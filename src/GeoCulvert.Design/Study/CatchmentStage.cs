using System.Globalization;
using GeoCulvert.Design.Basis;
using GeoCulvert.Design.Hydrology;
using GeoCulvert.Design.Terrain;
using GeoCulvert.Design.Watersheds;

namespace GeoCulvert.Design.Study;

/// <summary>Where a watershed becomes a catchment: numbers for the hydrology, with where each came from.</summary>
public sealed class CatchmentStage
{
    // A class of the overlay: land cover x soil group x slope class x filled or not, so that one sweep counts all.
    private static readonly (double BelowMPerM, double MiddleMPerM)[] SlopeClasses = [(0.02, 0.01), (0.06, 0.04), (double.PositiveInfinity, 0.10)];
    private readonly StudyInputs _inputs;
    private readonly StudySettings _settings;
    private readonly DrainedTerrain _terrain;
    private readonly ByOutlet<ClassCells>? _classes;
    private readonly IReadOnlyList<(string Name, ByOutlet<ZoneMean> Means)> _means;

    /// <summary>Counts cover classes of all watersheds in one sweep, and takes the mean of each raster in one.</summary>
    public CatchmentStage(StudyInputs inputs, StudySettings settings, DrainedTerrain terrain, CrossingWatersheds watersheds)
    {
        ArgumentNullException.ThrowIfNull(inputs);
        ArgumentNullException.ThrowIfNull(watersheds);
        (_inputs, _settings, _terrain) = (inputs, settings, terrain);
        if (inputs.LandCover is not null || inputs.SoilGroup is not null) _classes = Classes(inputs, terrain, watersheds);
        _means = [.. inputs.Rasters.Select(r => (r.Name, ZonalOverlay.Means(watersheds.Labels, watersheds.Tree, r.Values)))];
    }

    /// <summary>The catchment of one crossing.</summary>
    /// <param name="crossingId">Crossing id.</param>
    /// <param name="watershed">Its watershed.</param>
    /// <param name="findings">Doubts are added here.</param>
    public Catchment For(string crossingId, Watershed watershed, List<Finding> findings)
    {
        ArgumentNullException.ThrowIfNull(watershed);
        ArgumentNullException.ThrowIfNull(findings);
        var total = watershed.Total;
        var path = total.LongestFlowPath;
        return new Catchment(crossingId, total.AreaM2)
        {
            LongestFlowPathM = path?.LengthM,
            FlowPathSlope1085MPerM = path?.Slope1085MPerM,
            FlowPathEndToEndSlopeMPerM = path?.EndToEndSlopeMPerM,
            ReliefM = total.ReliefM,
            MeanBasinSlopeMPerM = total.MeanBasinSlopeMPerM,
            MeanElevationM = total.MeanElevationM,
            RunoffCoefficient = Coefficient(crossingId, watershed.Outlet, findings),
            CurveNumber = CurveNumber(crossingId, watershed.Outlet, findings),
            FlowPath = path is null ? [] : ListView.WithElevation(path.Profile, Point),
        };
    }

    /// <summary>All that is known of the land of a watershed, total and local.</summary>
    public (LandFigures Total, LandFigures Local) Land(Watershed watershed)
    {
        ArgumentNullException.ThrowIfNull(watershed);
        var k = watershed.Outlet;
        return (
            new(watershed.Total, Cover(_classes?.Total[k], watershed.Total.AreaM2), Means(m => m.Total[k])),
            new(watershed.Local, Cover(_classes?.Local[k], watershed.Local.AreaM2), Means(m => m.Local[k])));

        List<RasterMean> Means(Func<ByOutlet<ZoneMean>, ZoneMean> of) => [.. _means.Select(m => new RasterMean(m.Name, of(m.Means).MeanOrNull, of(m.Means).MissingShare))];
    }

    private static ByOutlet<ClassCells> Classes(StudyInputs inputs, DrainedTerrain terrain, CrossingWatersheds watersheds)
    {
        var nothing = new Grid<int>(new GridFrame(0, 0, 0, 0, 1, 1));
        Grid<int> cover = inputs.LandCover ?? nothing, soil = inputs.SoilGroup ?? nothing;
        float[] filled = terrain.Filled.Surface.Cells, ground = terrain.Elevation.Cells;
        int last = -1, lastSlope = 0;
        return ZonalOverlay.Classes(watersheds.Labels, watersheds.Tree, cover.Frame, soil.Frame, (cell, c, s) =>
        {
            if (cell != last) (last, lastSlope) = (cell, SlopeClass(GroundSlope.At(terrain.Elevation, cell)));
            return CoverPiece.ClassOf(c < 0 ? -1 : cover.Cells[c], s < 0 ? 0 : soil.Cells[s], lastSlope, filled[cell] > ground[cell]);
        });
    }

    private static int SlopeClass(double slope) => Array.FindIndex(SlopeClasses, c => !(slope >= c.BelowMPerM));

    private CoverSummary? Cover(ClassCells? classes, double areaM2)
    {
        if (classes is null || !(classes.CellCount > 0)) return null;
        var summary = CoverSummary.Of(classes, areaM2, _inputs.CoverClasses, _inputs.LandCover is not null, _inputs.SoilGroup is not null);
        return _inputs.LandCover is not null && Composite(classes).Coefficient is { } c ? summary with { RunoffCoefficient = (c.For(2), c.For(25)) } : summary;
    }

    private CompositeRunoffCoefficient Composite(ClassCells classes) => _inputs.Coefficients.Composite([.. classes.CellsByClass
        .Select(c => (Piece: CoverPiece.Of(c.Key), Cells: c.Value))
        .GroupBy(c => (c.Piece.Code, c.Piece.SoilGroup, c.Piece.SlopeClass))
        .Select(g => new CoverArea(
            g.Key.Code?.ToString(CultureInfo.InvariantCulture), g.Key.SoilGroup, g.Sum(c => c.Cells) * _terrain.Elevation.Frame.CellAreaM2, SlopeClasses[g.Key.SlopeClass].MiddleMPerM))]);

    private RunoffCoefficient? Coefficient(string crossingId, int outlet, List<Finding> findings)
    {
        if (_inputs.Overrides.Of(crossingId, "runoff_coefficient") is { } given) return new RunoffCoefficient(given, _inputs.Overrides.Origin);
        if (_classes is not null && _inputs.LandCover is not null)
        {
            var composite = Composite(_classes.Total[outlet]);
            findings.AddRange(composite.Findings);
            if (composite.Coefficient is not null) return composite.Coefficient;
        }

        return _settings.RunoffCoefficient is { } c ? new RunoffCoefficient(c, "[flow] runoff_coefficient") : null;
    }

    private double? CurveNumber(string crossingId, int outlet, List<Finding> findings)
    {
        if (_inputs.Overrides.Of(crossingId, "curve_number") is { } given) return given;
        if (!_settings.NeedsCurveNumber) return null;
        if (_classes is not null && _inputs.LandCover is not null)
        {
            var composite = CompositeCurveNumber(_classes.Total[outlet]);
            findings.AddRange(composite.Findings);
            if (composite.CurveNumber is not null) return composite.CurveNumber;
        }

        return _settings.CurveNumber;
    }

    private CompositeCurveNumber CompositeCurveNumber(ClassCells classes) => _inputs.CurveNumbers.Composite([.. classes.CellsByClass
        .Select(c => (Piece: CoverPiece.Of(c.Key), Cells: c.Value))
        .GroupBy(c => (c.Piece.Code, c.Piece.SoilGroup))
        .Select(g => new CurveNumberArea(g.Key.Code?.ToString(CultureInfo.InvariantCulture), g.Key.SoilGroup, g.Sum(c => c.Cells) * _terrain.Elevation.Frame.CellAreaM2))]);

    private FlowPathPoint Point(FlowPathStation p) => new(
        p.DistanceM,
        p.ElevationM,
        CoverAt(p.Cell) is >= 0 and var code ? code.ToString(CultureInfo.InvariantCulture) : null,
        _terrain.Accumulation.Cells[p.Cell] * _terrain.Elevation.Frame.CellAreaM2);

    /// <summary>The land cover at the centre of a cell of the terrain.</summary>
    private int CoverAt(int cell)
    {
        if (_inputs.LandCover is not { } cover) return -1;
        var frame = _terrain.Elevation.Frame;
        int row = cover.Frame.RowAt(frame.CentreY(cell / frame.Columns)), column = cover.Frame.ColumnAt(frame.CentreX(cell % frame.Columns));
        return cover.Frame.Contains(row, column) ? cover[row, column] : -1;
    }
}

◇ ◇ ◇ ◇ ◇ ◇ ◇

ASSIGNED TASK: Read through the entries above and copy each line that has the string "Point" in it.

TASK SOLUTION:
            FlowPath = path is null ? [] : ListView.WithElevation(path.Profile, Point),
    private FlowPathPoint Point(FlowPathStation p) => new(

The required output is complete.